Gupta Ruchi, Gaind Rajni, Singh Laishram Chandreshwor, Paglietti Bianca, Deb Monorama, Rubino Salvatore, Wain John, Basir Seemi Farhat
Department of Biosciences, Jamia Millia Islamia, New Delhi 110025, India.
Department of Microbiology, Vardhman Mahavir Medical College and Safdarjung Hospital, New Delhi 110029, India.
Trans R Soc Trop Med Hyg. 2016 Dec 1;110(12):684-689. doi: 10.1093/trstmh/trx002.
Fluoroquinolone resistance is mediated by mutations in the quinolone-resistance determining region (QRDR) of the topoisomerase genes. Denaturing high performance liquid chromatography (DHPLC) was evaluated for detection of clinically important mutations in gyrB among Salmonella.
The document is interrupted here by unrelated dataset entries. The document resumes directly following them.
Errors are CaseError with the key path, the value and what is allowed; the CLI prints the
message on one line and exits with code 2.
"""

from __future__ import annotations

import copy
import difflib
import math
import tomllib
from dataclasses import dataclass, field, replace
from pathlib import Path
from typing import TYPE_CHECKING

from attic.case.declared import Declared, declared_from
from attic.case.schema import OPTIONAL_SECTIONS, REQUIRED, SECTIONS, TABLE_ARRAYS, VARIANT, Key
from attic.physics.convection import ROUGHNESS_MULTIPLIERS
from attic.physics.geometry import GableAttic, parse_pitch
from attic.physics.solar import DAYS_IN_MONTH
from attic.presets.coverings import COVERINGS, SHEATHING_HEAT_CAPACITY
from attic.units import BTUH, BTUH_FT2, CFM, FT, FT2, IN2, INCH, MPH, R_IP, F_to_K

if TYPE_CHECKING:
    from ducts import DuctSystem



class CaseError(ValueError):
    """A case file that cannot be used; the message names the key path, the value and what is allowed."""

    def __init__(self, path, message, source=None):
        self.path = path
        self.source = source
        super().__init__(message)

    def __str__(self):
        where = f"{self.source}: " if self.source else ""
        return f"{where}{self.path}: {self.args[0]}" if self.path else f"{where}{self.args[0]}"


def _all_paths():
    paths = []
    for sec, keys in SECTIONS.items():
        for k in keys:
            paths.append(f"{sec}.{k}" if sec else k)
    return paths


def _suggest(name, section):
    """'; did you mean X?' for an unknown key, looking in its section first, then everywhere."""
    local = list(SECTIONS.get(section, {}))
    if section == "":
        local += [s for s in SECTIONS if s] + list(TABLE_ARRAYS)
    hit = difflib.get_close_matches(name, local, n=1, cutoff=0.6)
    if hit:
        return f"; did you mean {section + '.' if section else ''}{hit[0]}?"
    everywhere = _all_paths() + list(TABLE_ARRAYS)
    hit = difflib.get_close_matches(name, [p.split(".")[-1] for p in everywhere], n=1, cutoff=0.75)
    if hit:
        full = [p for p in everywhere if p.split(".")[-1] == hit[0]][0]
        return f"; did you mean {full}?"
    return ""


def _fmt(v):
    if isinstance(v, str):
        return f'"{v}"'
    if isinstance(v, bool):
        return "true" if v else "false"
    return repr(v)


def _check_value(path, key: Key, v):
    """Validate and normalise one value; returns it (floats as float)."""
    def bad(extra=""):
        raise CaseError(path, f"{_fmt(v)} is not allowed: give {key.allowed()}{extra}")

    if key.kind == "bool":
        if not isinstance(v, bool):
            bad()
        return v
    if key.kind == "str":
        if not isinstance(v, str):
            bad()
        if key.choices and v not in key.choices:
            close = difflib.get_close_matches(v, key.choices, n=1)
            bad(f' (did you mean "{close[0]}"?)' if close else "")
        return v
    if key.kind == "pitch":
        if isinstance(v, bool) or not isinstance(v, str | int | float):
            bad()
        try:
            parse_pitch(v)
        except ValueError as e:
            raise CaseError(path, f"{_fmt(v)} is not allowed: {e}") from None
        return v
    if isinstance(v, bool) or not isinstance(v, int | float):
        bad()
    if key.kind == "int" and not (isinstance(v, int) or float(v).is_integer()):
        bad()
    x = float(v)
    if math.isnan(x) or math.isinf(x):
        bad()
    if key.lo is not None and (x < key.lo or (key.lo_open and x == key.lo)):
        bad()
    if key.hi is not None and x > key.hi:
        bad()
    return int(x) if key.kind == "int" else x


def _check_table(path_prefix, section, table, keys: dict[str, Key]):
    if not isinstance(table, dict):
        raise CaseError(path_prefix or section, f"{_fmt(table)} must be a table of keys")
    out = {}
    for k, v in table.items():
        p = f"{path_prefix}.{k}" if path_prefix else k
        if k not in keys:
            raise CaseError(p, "unknown key" + _suggest(k, section))
        out[k] = _check_value(p, keys[k], v)
    for k, key in keys.items():
        if k not in out:
            p = f"{path_prefix}.{k}" if path_prefix else k
            if key.default is REQUIRED:
                raise CaseError(p, f"is missing: give {key.allowed()}")
            out[k] = key.default
    return out


def validate_raw(raw):
    """Check a parsed case (a dict as TOML gives it) and fill in defaults; IP units, no SI yet.

    Raises CaseError at the first problem.
    """
    if not isinstance(raw, dict):
        raise CaseError("", "a case file is a TOML table")
    out = {}
    for sec in raw:
        if sec in SECTIONS and sec != "" or sec in TABLE_ARRAYS or sec == "uncertainty":
            continue
        if sec in SECTIONS[""]:
            continue
        raise CaseError(sec, "unknown key" + _suggest(sec, ""))
    out.update(_check_table("", "", {k: v for k, v in raw.items() if k in SECTIONS[""]}, SECTIONS[""]))
    for sec, keys in SECTIONS.items():
        if sec in ("",) + TABLE_ARRAYS:
            continue
        if sec not in raw:
            if sec in OPTIONAL_SECTIONS:
                out[sec] = None
                continue
            if all(k.default is not REQUIRED for k in keys.values()):
                out[sec] = _check_table(sec, sec, {}, keys)
                continue
            raise CaseError(f"[{sec}]", "section is missing")
        out[sec] = _check_table(sec, sec, raw[sec], keys)
    ducts = raw.get("duct", [])
    if not isinstance(ducts, list):
        raise CaseError("duct", "write each duct as a [[duct]] table")
    out["duct"] = []
    for i, d in enumerate(ducts):
        label = f'duct[{i + 1}]' if not (isinstance(d, dict) and isinstance(d.get("name"), str)) \
            else f'duct "{d["name"]}"'
        out["duct"].append(_check_table(label, "duct", d, SECTIONS["duct"]))
    variants = raw.get("variant", [])
    if not isinstance(variants, list):
        raise CaseError("variant", "write each variant as a [[variant]] table")
    out["variant"] = []
    for i, v in enumerate(variants):
        p = f"variant[{i + 1}]"
        if not isinstance(v, dict):
            raise CaseError(p, "must be a table with name and set")
        for k in v:
            if k not in ("name", "set", *VARIANT):
                raise CaseError(f"{p}.{k}", "unknown key; a variant has name, set and cost")
        if not isinstance(v.get("name"), str) or not v["name"].strip():
            raise CaseError(f"{p}.name", "is missing: give the variant a name")
        if not isinstance(v.get("set"), dict) or not v["set"]:
            raise CaseError(f"{p}.set", 'is missing: give the keys it changes, e.g. set = { "roof.deck_r" = 20 }')
        for path in v["set"]:
            if isinstance(path, str) and path.split(".")[0] == "money":
                raise CaseError(f"{p}.set", f'"{path}": prices and terms belong to the whole case; a variant '
                                            "gives only its own cost")
        extra = {k: _check_value(f"{p}.{k}", VARIANT[k], v[k]) if k in v else VARIANT[k].default for k in VARIANT}
        if out.get("money") is not None and extra["cost"] is None:
            raise CaseError(f"{p}.cost", f'is missing: with [money], variant "{v["name"]}" needs its installed '
                                         "first cost in $ against the base (0 if it costs nothing)")
        out["variant"].append({"name": v["name"], "set": dict(v["set"]), **extra})
    names = [v["name"] for v in out["variant"]]
    if len(set(names)) != len(names):
        raise CaseError("variant", f"names must be unique, got {names}")
    _cross_checks(out)
    if "uncertainty" in raw:
        from attic.case.uncertainty import parse_section

        parse_section(raw["uncertainty"], out)
        out["uncertainty"] = copy.deepcopy(raw["uncertainty"])
    return out


def _need_pair(sec, d, a, b, what):
    if (d[a] is None) != (d[b] is None):
        missing = b if d[b] is None else a
        raise CaseError(f"{sec}.{missing}", f"is missing: {what} needs both {a} and {b}")


def vent_nfa_in2(vents, side):
    """Net free area of the low or high vents, in², from length x NFA per ft plus count x NFA each."""
    area = 0.0
    if vents.get(f"{side}_length_ft") is not None:
        area += vents[f"{side}_length_ft"] * vents[f"{side}_nfa_in2_per_ft"]
    if vents.get(f"{side}_count") is not None:
        area += vents[f"{side}_count"] * vents[f"{side}_nfa_in2_each"]
    return area


def _vent_area_in2(vents, side):
    """vent_nfa_in2, after checking that each way of giving the area is complete."""
    _need_pair("vents", vents, f"{side}_length_ft", f"{side}_nfa_in2_per_ft", f"a {side} vent given by length")
    _need_pair("vents", vents, f"{side}_count", f"{side}_nfa_in2_each", f"a {side} vent given by count")
    return vent_nfa_in2(vents, side)


def _cross_checks(c):
    cool = c["cooling"]
    if (cool["outdoor_wetbulb_F"] is None) == (cool["outdoor_dewpoint_F"] is None):
        raise CaseError("cooling.outdoor_wetbulb_F",
                        "give exactly one of outdoor_wetbulb_F and outdoor_dewpoint_F")
    for k in ("outdoor_wetbulb_F", "outdoor_dewpoint_F"):
        if cool[k] is not None and cool[k] > cool["outdoor_F"]:
            raise CaseError(f"cooling.{k}", f"{cool[k]:g} is not allowed: it cannot exceed "
                                            f"cooling.outdoor_F = {cool['outdoor_F']:g} °F")
    if cool["day"] > DAYS_IN_MONTH[cool["month"] - 1]:
        raise CaseError("cooling.day", f"{cool['day']} is not allowed: month {cool['month']} has "
                                       f"{DAYS_IN_MONTH[cool['month'] - 1]} days")
    roof, attic = c["roof"], c["attic"]
    if roof["deck_insulation"] == "hybrid" and roof["deck_air_impermeable_r"] is None:
        raise CaseError("roof.deck_air_impermeable_r", "is missing: a hybrid deck needs its air-impermeable R")
    if roof["deck_air_impermeable_r"] is not None and roof["deck_air_impermeable_r"] > roof["deck_r"]:
        raise CaseError("roof.deck_air_impermeable_r",
                        f"{roof['deck_air_impermeable_r']:g} is not allowed: it cannot exceed roof.deck_r = "
                        f"{roof['deck_r']:g}")
    floor_ft2 = attic["floor_area_ft2"] or c["house"]["conditioned_area_ft2"]
    tilt = parse_pitch(roof["pitch"])
    span = roof["span_ft"] or math.sqrt(floor_ft2 / 2.0)
    if span * span > floor_ft2 * 50 or span > floor_ft2 / 4.0:
        raise CaseError("roof.span_ft", f"{span:g} is not allowed: with a {floor_ft2:g} ft² floor the attic "
                                        "would be a strip under 4 ft long")
    ridge_ft = span / 2.0 * math.tan(tilt)
    vents = c["vents"]
    if attic["type"] == "vented":
        if vents is None:
            raise CaseError("[vents]", "section is missing: a vented attic needs its low and high vents")
        low = _vent_area_in2(vents, "low")
        high = _vent_area_in2(vents, "high")
        # low vents alone (soffit only) or high vents alone are real attics: the code check fails them
        # where the area falls short, and the physics ventilates them by wind alone
        if low <= 0 and high <= 0:
            raise CaseError("vents.low_length_ft", "a vented attic needs vents of some net free area: give "
                                                   "low_length_ft and low_nfa_in2_per_ft (or low_count and "
                                                   "low_nfa_in2_each), and the same for the high vents")
        if (low + high) / 144.0 > floor_ft2:
            raise CaseError("vents", f"{(low + high) / 144.0:.0f} ft² of net free area is more than the "
                                     f"{floor_ft2:g} ft² attic floor: check the units (in² per ft, in² each)")
        rise = ridge_ft - vents["high_below_ridge_ft"] - vents["low_height_ft"]
        if low > 0 and high > 0 and rise <= 0:
            raise CaseError("vents.high_below_ridge_ft",
                            f"{vents['high_below_ridge_ft']:g} is not allowed: the high vents must sit above the "
                            f"low ones, and the ridge is {ridge_ft:.1f} ft above the attic floor")
    names = [d["name"] for d in c["duct"]]
    for d in c["duct"]:
        label = f'duct "{d["name"]}"'
        if names.count(d["name"]) > 1:
            raise CaseError(f"{label}.name", "is used twice: duct names must be unique")
        round_ = d["diameter_in"] is not None
        rect = d["width_in"] is not None or d["height_in"] is not None
        if round_ == rect:
            raise CaseError(f"{label}.diameter_in", "give diameter_in (round) or width_in and height_in "
                                                    "(rectangular), not both and not neither")
        if rect and (d["width_in"] is None or d["height_in"] is None):
            raise CaseError(f"{label}.{'width_in' if d['width_in'] is None else 'height_in'}",
                            "is missing: a rectangular duct needs width_in and height_in")
        if d["fed_by"] is not None:
            if d["fed_by"] not in names:
                close = difflib.get_close_matches(d["fed_by"], names, n=1)
                hint = f' (did you mean "{close[0]}"?)' if close else ""
                raise CaseError(f"{label}.fed_by", f'"{d["fed_by"]}" names no duct{hint}')
            parent = c["duct"][names.index(d["fed_by"])]
            if parent["side"] != d["side"]:
                raise CaseError(f"{label}.fed_by", f'a {d["side"]} duct cannot hang on the {parent["side"]} duct '
                                                   f'"{parent["name"]}"')
        if d["location"] == "ambient":
            if d["ambient_cooling_F"] is None:
                raise CaseError(f"{label}.ambient_cooling_F", "is missing: an ambient duct needs the air "
                                                              "temperature around it")
            if c["heating"] is not None and d["ambient_heating_F"] is None:
                raise CaseError(f"{label}.ambient_heating_F", "is missing: an ambient duct needs the air "
                                                              "temperature around it in heating")
    if c["duct"] and c["air_handler"] is None:
        raise CaseError("[air_handler]", "section is missing: ducts need the air handler's airflow_cfm")
    money = c["money"]
    if money is not None:
        if c["heating"] is not None and money["heating_fuel"] is None:
            raise CaseError("money.heating_fuel", 'is missing: the case has [heating]; give "gas", "electric" '
                                                  'or "heat-pump"')
        if money["heating_fuel"] == "gas" and money["gas_per_therm"] is None:
            raise CaseError("money.gas_per_therm", 'is missing: heating_fuel is "gas"; give the price in $/therm')
    leak = c["leakage"]
    if leak is not None:
        for side in ("supply", "return"):
            if leak[f"{side}_fraction"] is not None and leak[f"{side}_cfm25"] is not None:
                raise CaseError(f"leakage.{side}_cfm25", f"give {side}_fraction or {side}_cfm25, not both")
        if leak["total_cfm25"] is not None and (leak["supply_cfm25"] is not None or leak["return_cfm25"] is not None):
            raise CaseError("leakage.total_cfm25", "give total_cfm25 or the sides' cfm25, not both")
        if c["air_handler"] is not None:
            for side in ("supply", "return"):
                f = _leak_fraction(leak, c["air_handler"]["airflow_cfm"], side)
                if f >= 0.5:
                    raise CaseError(f"leakage.{side}_cfm25", f"that is {f:.0%} of the airflow in operation; "
                                                             "leakage must stay below 50 %")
Salmonella Typhi and S. Paratyphi A characterised for mutation in QRDR of gyrA, parC and parE were studied for mutation in gyrB by DHPLC and validated by sequencing.
The DHPLC analysis was able to resolve the test mutant from isolates with wild type gyrB and distinguished mutants from other mutant by peak profile and shift in retention time. Three sequence variants were detected at codon 464, and a novel mutation Ser→Thr was also detected. gyrB mutation was associated with non classical quinolone resistance (NALS-CIPDS) in 34 isolates of S. Typhi only and was distinct from classical quinolone resistance associated with gyrA mutations (NALR-CIPDS).
DHPLC is effective for the detection of mutation and can reduce the need for sequencing to detect clinically significant gyrB mutations.
KF993966, KF993965 and KF993964.
氟喹诺酮耐药性由拓扑异构酶基因喹诺酮耐药决定区(QRDR)的突变介导。评估了变性高效液相色谱法(DHPLC)用于检测沙门氏菌中gyrB基因临床上重要的突变。
对gyrA、parC和parE的QRDR突变特征明确的伤寒沙门氏菌和甲型副伤寒沙门氏菌,通过DHPLC研究gyrB基因的突变,并通过测序进行验证。
DHPLC分析能够将测试突变体与具有野生型gyrB的分离株区分开来,并通过峰型和保留时间的变化将突变体与其他突变体区分开来。在第464密码子处检测到三个序列变体,还检测到一个新的突变Ser→Thr。gyrB突变仅与34株伤寒沙门氏菌中的非经典喹诺酮耐药性(NALS-CIPDS)相关,且与与gyrA突变相关的经典喹诺酮耐药性(NALR-CIPDS)不同。
DHPLC在检测突变方面有效,可减少对测序的需求以检测临床上显著的gyrB突变。
KF993966、KF993965和KF993964。